The app will likely follow a subscription model, with an affordable price range of around $5-10 per month. It will offer various options, including LLMs like Claude and GPT, as well as pre-trained open-source models like Llama 3.1 in different versions (if they have enough space and computational power haha). This way, users won’t have to pay for the app and then pay additional costs for API services, which can be frustrating.

edit: Jayu is definitely a cool project, and I love the presentation and the way it’s presented is def better than mine but the way our backends work is totally different. From what I understand, most of Jayu’s features are pre-coded and fixed. With Omni, though, if you look at the backend, there’s nothing tied to specific commands, it’s all powered by various algorithms, including ones that self-correct. None of Omni’s features are pre-coded; everything is generated by the LLM itself, which I focused on to keep it as flexible as possible. One big thing people often miss is that Omni’s real game-changer is its root access to the laptop, allowing it to do things that non-root access just can’t. And trust me, getting an app to run root commands in the background on macOS isn’t easy lmao. Also, I spent so much time on Omni’s frontend, as you can see it’s very beautiful with many animations, even the logo of Omni is coded using some trigonometry lmao.

Thanks again for your feedback!

I had imagined that some of my suggestions you already had noted or at least had in mind (devs always have backlogs with improvements for the future).

I don’t see a problem in writing in the native language.
You will probably deliver a better code quality and overall experience.
The only problem is the effort to make new apps for Windows and Linux (and more important: maintain after release)

One suggestion here is to make a core app that is agnostic (or at least is exactly the same, you only have to compile again for every platform) and only fork in the user interface.
This will also probably avoid anomalous core behaviors in each version.
Or just “Flutterify”. Will probably work also.

As the business model/pricing, looks like a very competitive pricing.
And VC’s love monthly recurrent revenue.

PS: I just mentioned Jayu because, as an outside bystander, looked similar. I dont know how it works deep down to have an opinion but i also do prefer the more generic (and not hard coded) approach. And i think that root is specially important on OSX since you cant change a folder’s color without the system asking for your permission nowadays. Up for privacy and security / Up for annoyances.

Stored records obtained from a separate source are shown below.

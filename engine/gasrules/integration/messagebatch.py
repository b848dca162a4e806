"""`gasrules batch` with HL7 v2 or FHIR on either side (the tabular path is :mod:`gasrules.integration.batch`).

* HL7 v2 or FHIR **in**, CSV / JSON Lines / Parquet **out**: the messages are read into cases
  (:mod:`gasrules.integration.interfaces`; a message that cannot be read is a rejected case naming its
  errors) and handed to the ordinary tabular run, so the output has the same columns as for a
  JSON Lines input.
* Any input, **FHIR out** (``--format fhir``, or a target ending ``.fhir.ndjson``): one FHIR
  Bundle per case, one per line (NDJSON), in input order.
* Any input, **HL7 v2 out** (``--format hl7``, or a ``.hl7`` target): one preliminary ORU^R01
  per case, segments ending in CR, messages separated by a newline; ``.mllp`` targets are
  MLLP-framed instead.

N cases in, N out; output goes to a temporary file renamed into place at the end.
"""

from __future__ import annotations

import dataclasses
import json
import os
import tempfile
import time
from collections.abc import Iterator
from pathlib import Path
from typing import Any

from gasrules.evaluation.evaluator import UNREADABLE
from gasrules.integration.batch import BatchOptions, BatchSummary, RunHooks, run_batch
from gasrules.integration.interfaces import (
    Incoming,
    InterfaceSettings,
    input_format,
    read_incoming,
    to_fhir,
    to_hl7,
)

__all__ = ["message_formats", "run_message_batch"]

MESSAGE_OUT = ("fhir", "hl7")


def message_formats(
    source: str, target: str, in_format: str | None, out_format: str | None
) -> tuple[str | None, str | None]:
    """(message input format or None, message output format or None) for a batch run."""
    src = None
    if in_format in ("hl7", "fhir"):
        src = in_format
    elif in_format is None and not Path(source).is_dir():
        found = input_format(str(source))
        src = found if found in ("hl7", "fhir") else None
    out = None
    if out_format in MESSAGE_OUT:
        out = out_format
    elif out_format is None:
        name = str(target).lower()
        if name.endswith((".hl7", ".mllp")):
            out = "hl7"
        elif name.endswith((".fhir.ndjson", ".fhir.jsonl")):
            out = "fhir"
    return src, out


def run_message_batch(
    rb: Any,
    source: str | Path,
    target: str,
    options: BatchOptions,
    hooks: RunHooks | None,
    src_fmt: str | None,
    out_fmt: str | None,
    settings: InterfaceSettings,
) -> BatchSummary:
    """One run with HL7 v2 or FHIR on at least one side (see module doc)."""
    hooks = hooks or RunHooks()
    rb = hooks.rulebook if hooks.rulebook is not None else rb
    if out_fmt is None:  # messages in, a table out: through the tabular run
        return _messages_to_table(rb, source, target, options, hooks, src_fmt or "hl7")
    summary = BatchSummary(output=str(target), rulebook=dict(rb.identity), notes=hooks.notes)
    t0 = time.perf_counter()
    try:
        pairs = _message_cases(rb, str(source), src_fmt) if src_fmt else _table_cases(rb, source, options)
        with _Output(target, mllp=str(target).lower().endswith(".mllp")) as out:
            for n, (incoming, case, preread) in enumerate(pairs, 1):
                result = preread if preread is not None else _interpret(rb, case, hooks)
                unreadable = isinstance(case, dict) and UNREADABLE in case
                if hooks.observe is not None:
                    other = (
                        _interpret(hooks.candidate, case, RunHooks()) if hooks.candidate is not None else None
                    )
                    hooks.observe(case, result, other, unreadable)
                summary.add(result["status"], result.get("disorders") or [], unreadable)
                if out_fmt == "fhir":
                    out.write(
                        json.dumps(to_fhir(result, incoming, rb, settings.codesystem_url), ensure_ascii=False)
                        + "\n",
                        hl7=False,
                    )
                else:
                    ident = (
                        incoming.control_id
                        if incoming and incoming.control_id
                        else result.get("case_id") or n
                    )
                    out.write(to_hl7(result, incoming, settings, f"GR-{ident}"), hl7=True)
    finally:
        if hooks.close is not None:
            hooks.close()
    summary.seconds = time.perf_counter() - t0
    return summary


def _interpret(rb: Any, case: Any, hooks: RunHooks) -> dict[str, Any]:
    from gasrules.evaluation.evaluator import interpret

    return interpret(rb, case, hooks.trace)


def _message_cases(
    rb: Any, source: str, fmt: str
) -> Iterator[tuple[Incoming | None, Any, dict[str, Any] | None]]:
    for incoming in read_incoming(source, fmt, rb.inputs):
        yield incoming, incoming.case, None


def _table_cases(
    rb: Any, source: str | Path, options: BatchOptions
) -> Iterator[tuple[Incoming | None, Any, dict[str, Any] | None]]:
    from gasrules.tables.readers import analytes_of, interpret_row, open_table

    with open_table(source, analytes_of(rb), mapping=options.mapping, fmt=options.in_format) as table:
        for row in table:
            preread = interpret_row(rb, row) if row.errors else None
            yield None, row.case, preread


def _messages_to_table(
    rb: Any, source: str | Path, target: str, options: BatchOptions, hooks: RunHooks, fmt: str
) -> BatchSummary:
    """Messages as JSON Lines cases in a temporary file, then the ordinary tabular run."""
    handle, tmp = tempfile.mkstemp(suffix=".jsonl", prefix="gasrules-messages-")
    try:
        with os.fdopen(handle, "w", encoding="utf-8") as f:
            for incoming in read_incoming(str(source), fmt, rb.inputs):
                f.write(json.dumps(incoming.case, ensure_ascii=False) + "\n")
        plain = dataclasses.replace(options, in_format="jsonl")
        return run_batch(rb, tmp, target, plain, hooks)
    finally:
        Path(tmp).unlink(missing_ok=True)


class _Output:
    """A text target written to a temporary file beside it and renamed at a clean end."""

    def __init__(self, target: str, mllp: bool) -> None:
        self.target, self.mllp = target, mllp
        self._tmp: Path | None = None
        self._f: Any = None

    def __enter__(self) -> _Output:
        if self.target == "-":
            import sys

            self._f = sys.stdout
        else:
            path = Path(self.target)
            self._tmp = path.with_name(f".{path.name}.{os.getpid()}.tmp")
            self._f = self._tmp.open("w", encoding="utf-8", newline="")
        return self

    def write(self, text: str, hl7: bool) -> None:
        if hl7 and self.mllp:
            self._f.write("\x0b" + text + "\x1c\r")
        else:
            self._f.write(text + ("\n" if hl7 else ""))

    def __exit__(self, exc_type: Any, *exc: Any) -> None:
        if self._tmp is None:
            self._f.flush()
            return
        self._f.close()
        if exc_type is None:
            os.replace(self._tmp, self.target)
        else:
            self._tmp.unlink(missing_ok=True)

PS2: On a completely different topic, if you have curiosity check this guy work: https://www.youtube.com/@SebastianLague. Its nice to see how good he is at math/coding and how he delivers on the videos. I always learn something new there and always suggest to people.

Nevertheless,
Good luck with the Y Combinator application!

3 Likes

These advice apply to other projects as well! Use streaming and other techniques to improve latency and responsiveness · Issue #51 · CsabaConsulting/InspectorGadgetApp · GitHub

2 Likes

So I looked at all the videos on your gram. Very cool product it’s like a better version of pywinassitant. Curious why you used “activate” as your key word instead of “Omni”. And yeah as earlier people have mentioned, distracting the user with some cool animation or wording would be nice. As for the GUI it looks like chatgpt in terms of branding, maybe make it a small widget that shows when it’s active/working/complete versus showing the entire chat. If someone cares about the chat to see what went wrong they’ll go and look at it, I assume your goal is to make it more seamless, so that’s my suggestion for that.

1 Like

Thanks! The user can set their preferred activation or deactivation words for the speech recognizer in the settings, so you can choose whatever suits you. It took around 1,000 lines of Swift code to ensure the speech recognition is smooth and seamless, allowing for conversation without needing to manually interact with anything.